コーナーストーン、人材管理のサースで健闘 〜 オラクルら大手に勝る販売

 サース(SaaS)型人材管理ソフトウェアを開発するコーナーストーン・オンデマンド(Cornerstone OnDemand)は、オラクル(Oracle)やSAP、IBMといった技術大手を向こうに回して健闘している。

 コーナーストーン(カリフォルニア州サンタ・モニカ拠点)のソフトウェアは、大手の製品よりも高い評価を多くの業界専門家らから受け、実際、同社製品は現在、企業向け人材管理分野で最も売れている製品となっている。

 インベスターズ・ビジネス・デイリー紙によると、コーナーストーンの四半期業績は4期連続で前年同期比54%、63%、57%、66%という大幅増を記録し、6月30日時点での顧客企業数は1400社、利用者数は1200万人と、1年前の1000社、940万人から大幅に増えている。

 オラクルとSAP、IBMは、企業向け人材管理ソフトウェア市場の潜在性に2011年から目をつけ、過去13ヵ月間にコーナーストーンの競合にあたるタリオ(Taleo)やサクセスファクターズ(SuccessFactors)、ケネクサ(Kenexa)を買収し、同分野におけるクラウド・サービス新興企業への対抗に注力している。

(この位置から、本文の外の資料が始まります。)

"""Column conversion: the vectorised reader agrees with parse_quantity cell by cell.

The importer reads plain "number unit" cells by parsing each distinct unit text once
(partpick.catalog.cells); every other cell goes through partpick.units.parse_quantity. Both
must give the same SI value, or the same refusal, for any text. Prefix factors per the SI
Brochure (BIPM, 9th ed., Table 7); letter codes per IEC 60062:2016.
"""

from __future__ import annotations

import itertools
import math

import numpy as np
import pandas as pd
import pytest
from hypothesis import given
from hypothesis import strategies as st

from partpick.catalog.cells import convert_column
from partpick.errors import UnitError
from partpick.fields import field_of
from partpick.units import format_eng, parse_quantity

NUMBERS = ("4.7", "10", "0.5", ".47", "1e-3", "-3.2", "0", "+22", "1.5E2")
UNITS = ("", "uH", "µH", "nH", "mH", "H", "uF", "mΩ", "Ohm", "A", "mA", "V", "MHz", "%",
         "uH max", "mΩ typ.", "parsecs", "u", "k")  # fmt: skip
OTHERS = ("4u7", "2n2", "1k5", "R47", "4,7 uH", "-55 ~ 125", "±20%", "-", "N/A", "", "see note",
          "$0.42", "12,000", "120 mΩ @ 100 kHz", "inf", "nan", "1/2")  # fmt: skip
CELLS = [f"{n}{sp}{u}" for n, u, sp in itertools.product(NUMBERS, UNITS, ("", " "))] + list(OTHERS)
FIELDS = [("inductor", "inductance_h"), ("inductor", "dcr_ohm"), ("inductor", "isat_a"),
          ("inductor", "tolerance"), ("inductor", "stock"), ("capacitor", "temp_max_degc"),
          ("mosfet", "vds_v"), ("diode", "qrr_c"), ("inductor", "unit_price")]  # fmt: skip


def _expected(text: str, kind: str, name: str, scale: float) -> float | None:
    """Return a cell's value by parse_quantity and the field's limits; None if refused."""
    f = field_of(kind, name)
    try:
        value = parse_quantity(text, f.unit, scale=scale)
    except UnitError:
        return None
    if math.isnan(value):
        return math.nan
    value = abs(value) if f.magnitude else value
    if math.isinf(value) or (f.positive and value <= 0) or (value < 0 and f.unit != "degC"):
        return None
    if f.type == "int" and value != math.floor(value):
        return None
    return value


@pytest.mark.parametrize(("kind", "name"), FIELDS)
@pytest.mark.parametrize("scale", [1.0, 1e-3])
def test_vectorised_reading_matches_parse_quantity(kind, name, scale):
    f = field_of(kind, name)
    cells = pd.Series(CELLS * 2, dtype="str")  # repeated, as catalog columns are
    got = convert_column(cells, f, scale=scale)
    for i, text in enumerate(cells):
        want = _expected(text, kind, name, scale)
        if want is None:
            assert got.bad[i] and got.reasons[i], (text, got.values[i])
            assert math.isnan(got.values[i])
        elif math.isnan(want):
            assert not got.bad[i] and math.isnan(got.values[i]), text
        else:
            assert not got.bad[i], (text, got.reasons[i])
            assert got.values[i] == want, text  # the same single rounding on both paths


@given(
    value=st.floats(min_value=1e-12, max_value=1e9, allow_nan=False),
    unit=st.sampled_from(["H", "F", "ohm", "A", "V", "Hz", "s", "C"]),
)
def test_engineering_text_reads_back_within_its_digits(value, unit):
    # format_eng keeps 3 significant figures, so reading it back is within half a unit of the
    # third figure: at worst 0.5 in 100, i.e. 0.5 %.
    assert parse_quantity(format_eng(value, unit), unit) == pytest.approx(value, rel=5e-3)


@pytest.mark.parametrize(
    ("text", "code"),
    [("C0G", "c0g"), ("NP0", "c0g"), ("C0G (NP0)", "c0g"), ("COG", "c0g"), ("X5R", "x5r"),
     ("x7r", "x7r"), ("X7S", "x7s"), ("X6S", "x6s"), ("X8R", "x8r"), ("Y5V", "y5v"),
     ("Aluminum Electrolytic", "al-electrolytic"), ("Aluminium electrolytic", "al-electrolytic"),
     ("Al-Polymer", "al-polymer"), ("Aluminum Polymer", "al-polymer"), ("Tantalum", "ta-mno2"),
     ("Tantalum MnO2", "ta-mno2"), ("Tantalum Polymer", "ta-polymer"), ("Film", "film"),
     ("Polypropylene", "film"), ("-", None)],
)  # fmt: skip
def test_dielectric_spellings_normalise(text, code):
    got = convert_column(pd.Series([text], dtype="str"), field_of("capacitor", "dielectric"))
    assert got.values[0] == code and not got.bad[0]


@pytest.mark.parametrize(
    ("kind", "name", "text", "value"),
    [("diode", "diode_type", "Schottky Barrier", "schottky"), ("diode", "diode_type", "SiC", "sic"),
     ("diode", "diode_type", "Ultrafast", "fast"), ("diode", "diode_type", "Rectifier", "standard"),
     ("mosfet", "channel", "N-Channel", "n"), ("mosfet", "channel", "P-CH", "p"),
     ("inductor", "lifecycle", "Not Recommended for New Designs", "nrnd"),
     ("inductor", "lifecycle", "Discontinued", "obsolete"),
     ("inductor", "shielded", "Y", True), ("inductor", "shielded", "Unshielded", False),
     ("inductor", "shielded", "semi-shielded", False),  # not fully shielded
     ("inductor", "shielded", "", None)],
)  # fmt: skip
def test_enum_and_yes_no_spellings(kind, name, text, value):
    got = convert_column(pd.Series([text], dtype="str"), field_of(kind, name))
    assert got.values[0] == value and not got.bad[0]


def test_text_columns_are_stripped_and_markers_are_missing():
    cells = pd.Series(["  QM-1 ", "N/a", "none", "—", "Quillmark Magnetics"], dtype="str")
    got = convert_column(cells, field_of("inductor", "manufacturer"))
    assert list(got.values) == ["QM-1", None, None, None, "Quillmark Magnetics"]
    assert not np.any(got.bad)


def test_an_imported_cell_is_the_float_nearest_to_what_was_written():
    # IEEE 754-2019 §5.12.2: float("1e-05") is the nearest float to 10 µH; the importer's
    # vectorised path must land on it, as parse_quantity does ("10" × 1e-6 would not).
    cells = pd.Series(["10 uH", "4.7 uH", "0.33 uH", "22 uH"], dtype="str")
    got = convert_column(cells, field_of("inductor", "inductance_h"))
    assert list(got.values) == [1e-05, 4.7e-06, 3.3e-07, 2.2e-05]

 「企業の投資意欲は、人材管理を含む特定分野においては今も高い」と、ノースランド・キャピタル・マーケッツのスコット・バーグ氏は話す。他社が買収されていることから、コーナーストーンが「唯一の新興独立系大手」になった今、コーナーストーンへの注目はさらに高まっている。

 「コーナーストーンは、人材管理や新人研修に関するすべての主要要素を提供している」「同じプラットフォーム上で構築されているため、統合も完全に行われている」とIDCのリサ・ローワン氏は説明する。

 コーナーストーンが現在注力しているのは、ソーシャル機能とモバイル機能をサース型人材管理ソフトウェア製品に組み込み、それを最適化することだ。「(それらが)人材管理分野の2大傾向」だとバーグ氏は説明する。

 野村証券のリック・シャーランド氏は、コーナーストーンの成功の要因として、使いやすく幅広い製品群を積極的に構築したことを挙げる。しかし、オラクルやSAPが買収資産の統合を進めるにつれ、追い上げられる可能性はあると同氏はみている。

 「長期的には、オラクルとSAPの製品統合の進化と強力な営業力がコーナーストーンにとって脅威になるだろう」と、シャーランド氏は報告書で指摘する。